**Directions**:
Transcribe word for word the lines below from the line with "of, id, count" through the line with "totals.cyclomatic += f.cyclomatic;", ends included.
BEGIN Study material
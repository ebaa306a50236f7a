import { ts } from 'ts-morph';
import { countAbstractness } from './countAbstractness';

const count = (text: string) => countAbstractness(ts.createSourceFile('a.ts', text, ts.ScriptTarget.Latest, true));

describe('countAbstractness', () => {
  it('should count interfaces and abstract classes as abstract among all classes and interfaces', () => {
    const text = `
      export interface Priced { price(): number }
      export abstract class Shape { abstract area(): number }
      export class Square extends Shape { area() { return 1; } }
      const Anonymous = class {};
      function factory() { class Local {} interface Inner { x: number } return Local; }
      namespace N { export abstract class Deep {} }
      type Alias = { a: number };
      enum Colour { Red }`;
    // Martin 2002 (Stable Abstractions Principle): A counts interfaces and abstract classes.
    expect(count(text)).toEqual({ abstract: 4, total: 7 });
  });

  it('should find nothing in a file without classes or interfaces', () => {
    expect(count('export function f() { return { a: 1 }; }\ntype T = string;')).toEqual({ abstract: 0, total: 0 });
  });
});
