/**
 * A deterministic synthetic snapshot. Options: packages, foldersPerPackage, filesPerFolder,
 * functions (total), callsPerFunction (mean, default 1.5), seed.
 */
function generateSnapshot({ packages, foldersPerPackage, filesPerFolder, functions: functionCount, callsPerFunction = 1.5, seed = 'seamline-server-bench' }) {
  const rng = seedrandom(`${seed}:${packages}:${foldersPerPackage}:${filesPerFolder}:${functionCount}`);
  const int = (n) => Math.floor(rng() * n);

  // Files in package → folder order, so each folder's and package's functions are one index range.
  const files = [];
  for (let p = 0; p < packages; p++) {
    for (let d = 0; d < foldersPerPackage; d++) {
      for (let f = 0; f < filesPerFolder; f++) {
        files.push({ path: `packages/p${p}/src/area${d}/${NOUNS[(d + f) % NOUNS.length].toLowerCase()}${f}.ts`, pkg: p, folder: p * foldersPerPackage + d, first: 0, count: 0, lines: 0 });
      }
    }
  }
  const perFile = apportion(rng, functionCount, files.length);
  const functions = [];
  const fileOf = new Int32Array(functionCount);
  for (let fi = 0; fi < files.length; fi++) {
    const file = files[fi];
    file.first = functions.length;
    file.count = perFile[fi];
    let line = 1 + int(12);
    const className = CLASSES[int(CLASSES.length)];
    for (let j = 0; j < file.count; j++) {
      const k = decisionCount(rng);
      const kind = pickKind(rng)[0];
      const name = kind === 'constructor' ? 'constructor' : `${VERBS[int(VERBS.length)]}${NOUNS[int(NOUNS.length)]}${j}`;
      const member = kind === 'method' || kind === 'constructor' || kind === 'getter' || kind === 'setter';
      const { graph, lastRow } = compactGraph(rng, line, k);
      const endLine = lastRow + 1 + int(3);
      const v = k + 1;
      fileOf[functions.length] = fi;
      functions.push({
        id: hash(`${file.path}#${name}#${j}`, 16, 'base64url'),
        name,
        qualifiedName: member ? `${className}.${name}` : name,
        kind,
        file: file.path,
        line,
        endLine,
        loc: endLine - line + 1 - int(2),
        cyclomatic: v,
        cyclomaticStrict: v,
        decisions: k,
        nodes: 2 * k + 4,
        edges: 3 * k + 3,
        essential: k > 3 && rng() < 0.3 ? Math.max(1, Math.min(v, 2 + int(Math.ceil(k / 2)))) : 1,
        fingerprint: hash(`fp:${file.path}:${j}:${k}`, 16, 'hex'),
        unresolvedCalls: rng() < 0.05 ? 1 + int(2) : 0,
        externalCalls: int(4),
        designComplexity: 1 + int(v),
        graph,
      });
      line = endLine + 2 + int(4);
    }
    file.lines = line;
  }

  // Calls: mostly inside the folder; else to the package's shared folder (area0) or another
  // folder of the package; a tenth leave the package, half of those to a few core packages.
  const core = Math.max(1, Math.round(packages * 0.03));
  const folderRange = (folder) => {
    const firstFile = folder * filesPerFolder;
    const last = files[firstFile + filesPerFolder - 1];
    return [files[firstFile].first, last.first + last.count];
  };
  const pick = ([from, to]) => (to > from ? from + int(to - from) : -1);
  const calls = new Map();
  for (let i = 0; i < functions.length; i++) {
    const file = files[fileOf[i]];
    const sites = int(2 * callsPerFunction + 1);
    for (let s = 0; s < sites; s++) {
      const r = rng();
      let folder = file.folder;
      if (r >= 0.7 && r < 0.9) folder = file.pkg * foldersPerPackage + (rng() < 0.4 ? 0 : int(foldersPerPackage));
      else if (r >= 0.9) folder = (rng() < 0.5 ? int(core) : int(packages)) * foldersPerPackage + int(foldersPerPackage);
      const to = pick(folderRange(folder));
      if (to < 0 || to === i) continue;
      const u = rng();
      const kind = u < 0.85 ? 'call' : u < 0.9 ? 'new' : 'reference';
      const certain = rng() < 0.95;
      const key = `${i}|${to}|${kind}|${certain}`;
      const edge = calls.get(key);
      if (edge) edge.count++;
      else calls.set(key, { from: functions[i].id, to: functions[to].id, count: 1, kind, certain, fromIndex: i, toIndex: to });
    }
  }

  // File pairs: call sites between files, and one import per pair (plus some type-only imports).
  const pairs = new Map();
  const pair = (a, b) => {
    const key = a * files.length + b;
    let p = pairs.get(key);
    if (!p) pairs.set(key, (p = { a, b, calls: 0, imports: 0 }));
    return p;
  };
  for (const e of calls.values()) {
    const a = fileOf[e.fromIndex];
    const b = fileOf[e.toIndex];
    if (a !== b) pair(a, b).calls += e.count;
  }
  for (const p of pairs.values()) p.imports = 1;
  for (let fi = 0; fi < files.length; fi++) {
    if (rng() < 0.3) {
      const other = files[fi].pkg * foldersPerPackage * filesPerFolder + int(foldersPerPackage * filesPerFolder);
      if (other !== fi) pair(fi, other).imports = 1;
    }
  }
  const imports = [];
  for (const p of pairs.values()) if (p.imports) imports.push({ from: files[p.a].path, to: files[p.b].path });

  const levels = {
    file: { of: (fi) => fi, id: (fi) => `file:${files[fi].path}`, count: files.length },
    folder: { of: (fi) => files[fi].folder, id: (d) => `folder:packages/p${Math.floor(d / foldersPerPackage)}/src/area${d % foldersPerPackage}`, count: packages * foldersPerPackage },
    package: { of: (fi) => files[fi].pkg, id: (p) => `package:packages/p${p}`, count: packages },
  };
  const modules = [];
  const moduleEdges = [];
  const clusters = [];
  for (const [level, { of, id, count }] of Object.entries(levels)) {
    const built = buildLevel(rng, level, count, of, id, { files, functions, pairs, fileOf, calls, foldersPerPackage });
    for (const r of built.modules) modules.push(r);
    for (const e of built.edges) moduleEdges.push(e);
    for (const c of built.clusters) clusters.push(c);
  }

  const totals = { files: files.length, functions: functions.length, cyclomatic: 0, cyclomaticStrict: 0, decisions: 0, overLimit: 0, loc: 0, modularity: 0.61, designComplexity: 0 };
  for (const f of functions) {
    totals.cyclomatic += f.cyclomatic;
    totals.cyclomaticStrict += f.cyclomaticStrict;
    totals.decisions += f.decisions;
    totals.overLimit += f.cyclomatic > 10 ? 1 : 0;
    totals.loc += f.loc;
    totals.designComplexity += f.designComplexity;
  }
  totals.integrationComplexity = totals.designComplexity - functions.length + 1;
  const externalCalls = functions.reduce((sum, f) => sum + f.externalCalls, 0);
  return {
    schema: 'seamline/snapshot@1',
    generator: { name: 'seamline', version: '0.1.0' },
    createdAt: '2026-01-01T00:00:00.000Z',
    root: 'synthetic-monorepo',
    settings: { switch: 'cases', optionalChaining: false, defaultValues: false, limit: 10 },
    files: { scanned: files.length, skipped: [] },
    functions,
    totals,
    mapSettings: { folderDepth: 2, resolution: 1, seed: 'seamline' },
    calls: [...calls.values()].map(({ from, to, count, kind, certain }) => ({ from, to, count, kind, certain })),
    imports,
    externals: [{ package: 'typescript-lib', calls: Math.round(externalCalls * 0.7) }, { package: 'date-fns', calls: externalCalls - Math.round(externalCalls * 0.7) }],
    modules,
    moduleEdges,
    clusters,
  };
}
END Study material
**Answer section**:
  for (const [level, { of, id, count }] of Object.entries(levels)) {
    const built = buildLevel(rng, level, count, of, id, { files, functions, pairs, fileOf, calls, foldersPerPackage });
    for (const r of built.modules) modules.push(r);
    for (const e of built.edges) moduleEdges.push(e);
    for (const c of built.clusters) clusters.push(c);
  }

  const totals = { files: files.length, functions: functions.length, cyclomatic: 0, cyclomaticStrict: 0, decisions: 0, overLimit: 0, loc: 0, modularity: 0.61, designComplexity: 0 };
  for (const f of functions) {
    totals.cyclomatic += f.cyclomatic;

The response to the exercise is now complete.